Source: Mvanhorn Last30Days Skill 2026 04 27

last30days-skill (Matt Van Horn, github.com/mvanhorn/last30days-skill) is a Claude/Codex/Hermes skill that aggregates current information about any topic from Reddit, X, YouTube, TikTok, Hacker News, Polymarket, GitHub, and the open web — then ranks results by real engagement metrics (upvotes, likes, views, money on Polymarket) instead of editorial curation. Type /last30days <topic> and it returns a research brief based on what people actually engaged with in the last 30 days. MIT, 24.2k GitHub stars, 1,012 passing tests, Python 3.12+, current version 3.0.14.

Key Takeaways

  • Pre-research brain (v3 engine). Resolves the topic to relevant people, communities, and hashtags before the API calls fire. “Kanye West” maps to r/hiphopheads, @kanyewest, the right YouTube review channels and TikTok hashtags. v3 architecture by @j-sperling.
  • Multi-source scoring. Ranks by upvotes, likes, views, and Polymarket odds — including real money backing. Merges duplicate stories across platforms into single clusters and filters to the last 30 days only.
  • Synthesis features. Pulls full YouTube transcripts and Reddit comment threads with engagement counts. “Best Takes” section highlights viral quotes. Per-author caps prevent any single voice from dominating. ELI5 mode produces plain-language explanations.
  • Comparison mode. A topic containing “vs”/“versus” or the --competitors flag runs N parallel pipelines for multi-way comparison. --competitors auto-discovers peers via the hosting reasoning model’s WebSearch (Claude Code, Codex, Hermes, Gemini); engine flag mode is kept for headless/cron use. Per-entity sub-runs each produce their own slug-raw.md with a Resolved Entities block.
  • Zero-config defaults. Works immediately against Reddit, Hacker News, Polymarket, and GitHub (free public data). Optional sources unlock with keys/setup: X/Twitter (browser login), YouTube (yt-dlp install), TikTok/Instagram/Threads/Pinterest (ScrapeCreators API), Perplexity Sonar (OpenRouter key), Brave Search.
  • Multi-runtime. Distributes as a Claude Code plugin, an OpenClaw skill, a .skill upload for Claude.ai, and a manual clone. Same engine across runtimes.
  • Privacy stance. No tracking, no analytics — research stays on the local machine. MIT licensed.

Implementation

Tool/Service: last30days-skill v3.0.14 (mvanhorn/last30days-skill, MIT)

Setup (Claude Code):

/plugin marketplace add mvanhorn/last30days-skill

Setup (OpenClaw):

clawhub install last30days-official

Setup (Claude.ai web): Download the .skill bundle from the repo’s releases tab, then upload via Settings → Capabilities → Custom skills.

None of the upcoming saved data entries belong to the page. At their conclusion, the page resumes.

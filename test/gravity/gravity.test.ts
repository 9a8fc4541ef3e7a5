import { describe, expect, it } from 'vitest';
import { ballGravity } from '../../analysis/gravity/ballGravity.ts';
import { fallInAir } from '../../analysis/gravity/fallInAir.ts';
import { gravityAgreement, type RigGeometry } from '../../analysis/gravity/gravityAgreement.ts';
import { pitchEffect } from '../../analysis/gravity/pitchEffect.ts';
import { scaleFromGravity } from '../../analysis/gravity/scaleFromGravity.ts';
import { airDensity, airOf, airViscosity } from '../../analysis/theory/air.ts';
import { plainNumbers } from '../../analysis/uncertainty/arithmetic.ts';
import { dualNumbers } from '../../analysis/uncertainty/dual.ts';
import { measuredBy } from '../../analysis/uncertainty/measured.ts';
import { monteCarlo } from '../../analysis/uncertainty/monteCarlo.ts';
import { propagate } from '../../analysis/uncertainty/propagate.ts';
import { seededDraws } from '../../analysis/uncertainty/seededDraws.ts';
import { fallingBall } from '../../fixtures/physics/fallingBall.ts';
import { seededRandom } from '../../fixtures/random.ts';

const gMps2 = 9.8123;
const steel = { diameterM: 0.02, massKg: 0.0327 };
const wood = { diameterM: 0.03, massKg: 0.0106 };
const room = { temperatureC: 21, pressurePa: 100_800, relativeHumidity: 0.45 };
const air = airOf(room);
const truthAir = {
  densityKgpm3: airDensity(21, 100_800, 0.45),
  viscosityPas: airViscosity(21),
};
const afterS = Float64Array.from({ length: 360 }, (_, i) => 0.004 + i * 0.001);

/** Drops by another integration, with another correlation for the drag of a sphere or the program's own. */
function drops(ball: typeof steel, drag: number | 'sphere'): Float64Array {
  const at = fallingBall({ ...ball, gMps2, air: truthAir, drag, buoyancy: true }, 0.5);
  return afterS.map((t) => -at(t).yM);
}

describe('fallInAir', () => {
  it('is the fall of an independent integration for a stated drag coefficient', () => {
    const found = fallInAir(plainNumbers, afterS, 1, {
      gMps2,
      ...wood,
      ...truthAir,
      dragShare: 1,
      addedMass: 0.5,
      dragCoefficient: 0.45,
    });
    // Runge-Kutta of steps up to 5 ms on a smooth motion: far below 1 nm
    drops(wood, 0.45).forEach((d, i) => {
      expect(Math.abs(found[i] - d)).toBeLessThan(1e-9);
    });
  });

  it('carries derivatives: those of a sum over drag, mass and time are what differences give', () => {
    const end = (share: number, massKg: number, stretch: number) =>
      fallInAir(plainNumbers, [0.35], stretch, {
        gMps2,
        ...wood,
        ...truthAir,
        massKg,
        dragShare: share,
        addedMass: 0.5,
      })[0];
    const m = dualNumbers(3);
    const [drop] = fallInAir(m, [0.35], m.input(1, 2), {
      gMps2,
      ...wood,
      ...truthAir,
      massKg: m.input(wood.massKg, 1),
      dragShare: m.input(1, 0),
      addedMass: 0.5,
    });
    const h = 1e-5;
    const differences = [
      (end(1 + h, wood.massKg, 1) - end(1 - h, wood.massKg, 1)) / (2 * h),
      (end(1, wood.massKg * (1 + h), 1) - end(1, wood.massKg * (1 - h), 1)) / (2 * h * wood.massKg),
      (end(1, wood.massKg, 1 + h) - end(1, wood.massKg, 1 - h)) / (2 * h),
    ];
    differences.forEach((d, i) => {
      expect(Math.abs(drop.slope[i] / d - 1)).toBeLessThan(1e-6);
    });
  });
});

describe('ballGravity', () => {
  const common = {
    length: [{ source: 'scale bar length', uRel: 0.0007 }],
    time: [{ source: 'capture rate', uRel: 5e-5 }],
    uDownRad: 0.009,
  };
  const measurement = (ball: typeof steel, drag: number | 'sphere', uFitMps2 = 0.0003) =>
    ballGravity({
      afterS,
      yM: drops(ball, drag).map((d) => -d),
      uYM: new Float64Array(afterS.length).fill(25e-6),
      uFitMps2,
      dof: 357,
      common,
      ball,
      air,
      localGMps2: gMps2,
    });

  it('takes drag, buoyancy and added mass off: what remains is g within the drag curves’ differences', () => {
    // The truth's drag follows another correlation (Clift & Gauvin): 6 % of a drag of 0.1 % of g (steel)
    const steelG = propagate(measurement(steel, 'sphere')).outputs.gMps2;
    expect(Math.abs(steelG.value - gMps2)).toBeLessThan(0.1 * 0.0015 * gMps2);
    const woodG = propagate(measurement(wood, 'sphere')).outputs.gMps2;
    expect(Math.abs(woodG.value - gMps2)).toBeLessThan(
      2 * (woodG.contributions.find((c) => c.source === 'drag of the ball')?.u ?? 0),
    );
  });

  it('has the sensitivities that powers of length and time have', () => {
    const { gMps2: g } = propagate(measurement(steel, 'sphere')).outputs;
    const of = (source: string) =>
      g.contributions.find((c) => c.source === source)?.sensitivity ?? Number.NaN;
    // Length 1, time -2; what air takes (0.1 %) does not scale with them
    expect(Math.abs(of('scale bar length') / g.value - 1)).toBeLessThan(0.002);
    expect(Math.abs(of('capture rate') / g.value + 2)).toBeLessThan(0.004);
    expect(of('positions')).toBe(1);
  });

  it('gives direction of down its second-order share, and agrees with Monte Carlo', () => {
    const { gMps2: g } = propagate(measurement(wood, 'sphere')).outputs;
    const second = g.contributions.find((c) => c.source === 'second-order terms');
    // variance of g θ²/2: 9.81 · 0.009²/√2 = 0.00056 m/s²
    expect(second?.u).toBeCloseTo((gMps2 * 0.009 ** 2) / Math.SQRT2, 5);
    const law = measuredBy(measurement(wood, 'sphere'), 'gMps2', 'ball.g', 'm/s2');
    const drawn = monteCarlo(measurement(wood, 'sphere'), 'gMps2', seededDraws(3), {
      blockTrials: 100,
      mostTrials: 800,
    });
    // 800 trials: u to 1/√1600 = 2.5 %, three of it
    expect(Math.abs(drawn.u / law.u - 1)).toBeLessThan(0.075);
    expect(law.budget.map((row) => row.source)).toContain('drag of the ball');
  });
});

describe('pitchEffect', () => {
  it('makes g smaller for a camera that looks down: the slow end of the fall is the nearer one', () => {
    expect(pitchEffect(2, 0.7)).toBeLessThan(0);
    expect(() => pitchEffect(0, 0.7)).toThrow(RangeError);
  });

  // Shared limits of the core, section C (independent prototype): 1° at 2 m 0.43 % of g for a fall of 0.7 m, at 1 m double, at 5 m × 0.4
  it.each([
    [2, 0.5, 0.22],
    [2, 1, 0.43],
    [2, 2, 0.87],
    [1, 1, 0.87],
    [5, 1, 0.17],
  ])('at %f m, %f° is %f per cent of g', (distanceM, pitchDeg, percentOfG) => {
    const found = 100 * Math.abs(pitchEffect(distanceM, 0.7)) * pitchDeg * (Math.PI / 180);
    // two printed digits of figures that come from a fit of another prototype's fall
    expect(Math.abs(found / percentOfG - 1)).toBeLessThan(0.05);
  });
});

describe('gravityAgreement', () => {
  const rig: RigGeometry = {
    cameraDistanceM: 2,
    fallM: 0.7,
    perDragMps2: 0.001,
    uScaleRel: 0.001,
    uTimeRel: 1e-5,
    uPlaneOffsetM: 0.003,
    uDragRel: 0.1,
  };
  const local = { gMps2: 9.81, uGMps2: 0.001 };

  it('agrees within twice the uncertainty of the difference', () => {
    const found = gravityAgreement({ value: 9.82, u: 0.01 }, local, rig);
    expect(found.agrees).toBe(true);
    expect(found.timesU).toBeCloseTo(0.01 / Math.hypot(0.01, 0.001), 9);
  });

  it('says by how much each cause would have to be off, the likeliest first', () => {
    const found = gravityAgreement({ value: 9.81 * 1.005, u: 0.01 }, local, rig);
    expect(found.agrees).toBe(false);
    const size = Object.fromEntries(found.explanations.map((e) => [e.cause, e.size]));
    // Applying each alone must bring g back
    expect(1.005 * (1 + size.scale)).toBeCloseTo(1, 12);
    expect(1.005 * (1 + size.clock) ** 2).toBeCloseTo(1, 12);
    expect((1.005 * (2 - size.planeOffset)) / 2).toBeCloseTo(1, 12);
    // 0.43 % for 1° (shared limits, section C)
    expect(Math.abs(((180 / Math.PI) * size.pitch) / (-0.5 / 0.43) - 1)).toBeLessThan(0.05);
    expect(found.explanations[3].text).toBe('a camera that looks 1.1° up at the plane of the fall');
    // a drag coefficient would have to be 49 times larger the other way: no explanation
    expect(size.drag).toBeUndefined();
    // 0.5 % is 3.3 u of the plane (10 mm), 5 u of the scale, 250 u of the clock
    expect(found.explanations.map((e) => e.cause)).toEqual(['planeOffset', 'scale', 'clock', 'pitch']);
    expect(found.explanations[1].text).toBe('a scale bar 0.5 % shorter than stated');
    expect(found.explanations[2].text).toBe('a capture rate 0.25 % lower than stated');
    expect(found.explanations[0].text).toBe('the ball 10 mm in front of the plane that was assumed');
  });

  it('takes drag for an explanation where it can be one', () => {
    const found = gravityAgreement({ value: 9.81 * 0.999, u: 0.001 }, local, { ...rig, perDragMps2: 0.02 });
    const drag = found.explanations.find((e) => e.cause === 'drag');
    expect(drag?.size).toBeCloseTo(0.04905, 5);
    expect(drag?.timesU).toBeCloseTo(0.4905, 4);
  });
});

describe('scaleFromGravity', () => {
  const time = [{ source: 'capture rate', uRel: 5e-5 }];
  const local = { gMps2, uGMps2: 0.0005 };
  const pxPerM = 1400;
  const fallOf = (ball: typeof steel, seed: number, noisePx: number, pxPerS = 0) => {
    const random = seededRandom(seed);
    return {
      afterS,
      downPx: drops(ball, 'sphere').map(
        (d, i) => 50 + pxPerS * afterS[i] + pxPerM * d + noisePx * random.gaussian(),
      ),
      uPx: new Float64Array(afterS.length).fill(noisePx),
    };
  };

  it('gives the scale of a fall with drag, with an uncertainty that holds', () => {
    const errors: number[] = [];
    for (let seed = 0; seed < 12; seed++) {
      const found = scaleFromGravity(fallOf(steel, seed, 0.05), local, steel, air, time);
      errors.push(((found?.metrePerPx ?? Number.NaN) * pxPerM - 1) / (found?.uRel ?? Number.NaN));
      // Clock twice (1e-4), local gravity (5e-5), drag (1e-4), positions (about 1e-4 of 360 frames): well below 0.05 %
      expect(found?.uRel).toBeLessThan(5e-4);
    }
    // noise is one of the sources, the others are common to all: none beyond 2.5 u
    expect(Math.max(...errors.map(Math.abs))).toBeLessThan(2.5);
  });

  it('needs neither the release to the millisecond nor a start from rest', () => {
    const found = scaleFromGravity(fallOf(steel, 1, 0.05, 30), local, steel, air, time);
    expect(Math.abs((found?.metrePerPx ?? Number.NaN) * pxPerM - 1)).toBeLessThan(5e-4);
  });

  it('lists clock twice as large as it is, local gravity once', () => {
    const found = scaleFromGravity(fallOf(steel, 2, 0.05), local, steel, air, time);
    const u = Object.fromEntries((found?.contributions ?? []).map((c) => [c.source, c.u]));
    expect(u['capture rate'] / 1e-4).toBeCloseTo(1, 2);
    expect(u['local gravity'] / (0.0005 / gMps2)).toBeCloseTo(1, 2);
    expect(found?.residualsPx).toHaveLength(360);
  });

  it('widens where places scatter more than stated', () => {
    const careless = { ...fallOf(steel, 3, 0.5), uPx: new Float64Array(afterS.length).fill(0.05) };
    const honest = scaleFromGravity(fallOf(steel, 3, 0.5), local, null, air, time);
    const found = scaleFromGravity(careless, local, null, air, time);
    const positions = (s: typeof found) =>
      s?.contributions.find((c) => c.source === 'positions of the ball')?.u ?? Number.NaN;
    expect(Math.abs(positions(found) / positions(honest) - 1)).toBeLessThan(0.15);
  });

  it('has nothing to say of a few points', () => {
    const few = fallOf(steel, 4, 0.05);
    const short = {
      afterS: few.afterS.slice(0, 9),
      downPx: few.downPx.slice(0, 9),
      uPx: few.uPx.slice(0, 9),
    };
    expect(scaleFromGravity(short, local, steel, air, time)).toBeNull();
  });
});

Setup (manual / dev): Clone the repo, install Python 3.12+, optionally install yt-dlp for YouTube transcripts and add API keys for the optional sources you want.

Cost: Free skill. Optional API costs: ScrapeCreators (per-call), OpenRouter (Perplexity Sonar usage), Brave Search (free tier available). Reddit / HN / Polymarket / GitHub are zero-cost.

Integration notes:

  • The skill is built on top of yt-dlp for YouTube transcript and metadata extraction. Install yt-dlp first if YouTube coverage matters.
  • Pre-research relies on the hosting model’s WebSearch. Works best where the host has a real search tool configured (Claude Code with WebSearch, Codex, Hermes).
  • v3.0.13+ supports the --competitors-plan JSON flag for handing the engine a per-entity plan (X handle, related accounts, subreddits, GitHub user/repos, context) so the hosting model can drive discovery and the engine just executes the fanout.

Try It

  • Run /last30days Claude Code for an engagement-ranked snapshot of what people are actually saying about Claude Code right now — verify against your own intuition.
  • Use /last30days OpenAI vs Anthropic vs xAI to test comparison mode; check whether the auto-discovered peers match your mental model and whether the synthesis surfaces non-obvious differences.
  • Pair with [[claude-ai/social-media-skills-charlie-hills|social-media-skills]] for a “research → write” pipeline: last30days for what to talk about, social-media-skills for the post itself.
  • Add the skill on a research-focused machine where yt-dlp and ScrapeCreators are configured — so YouTube and TikTok actually return data.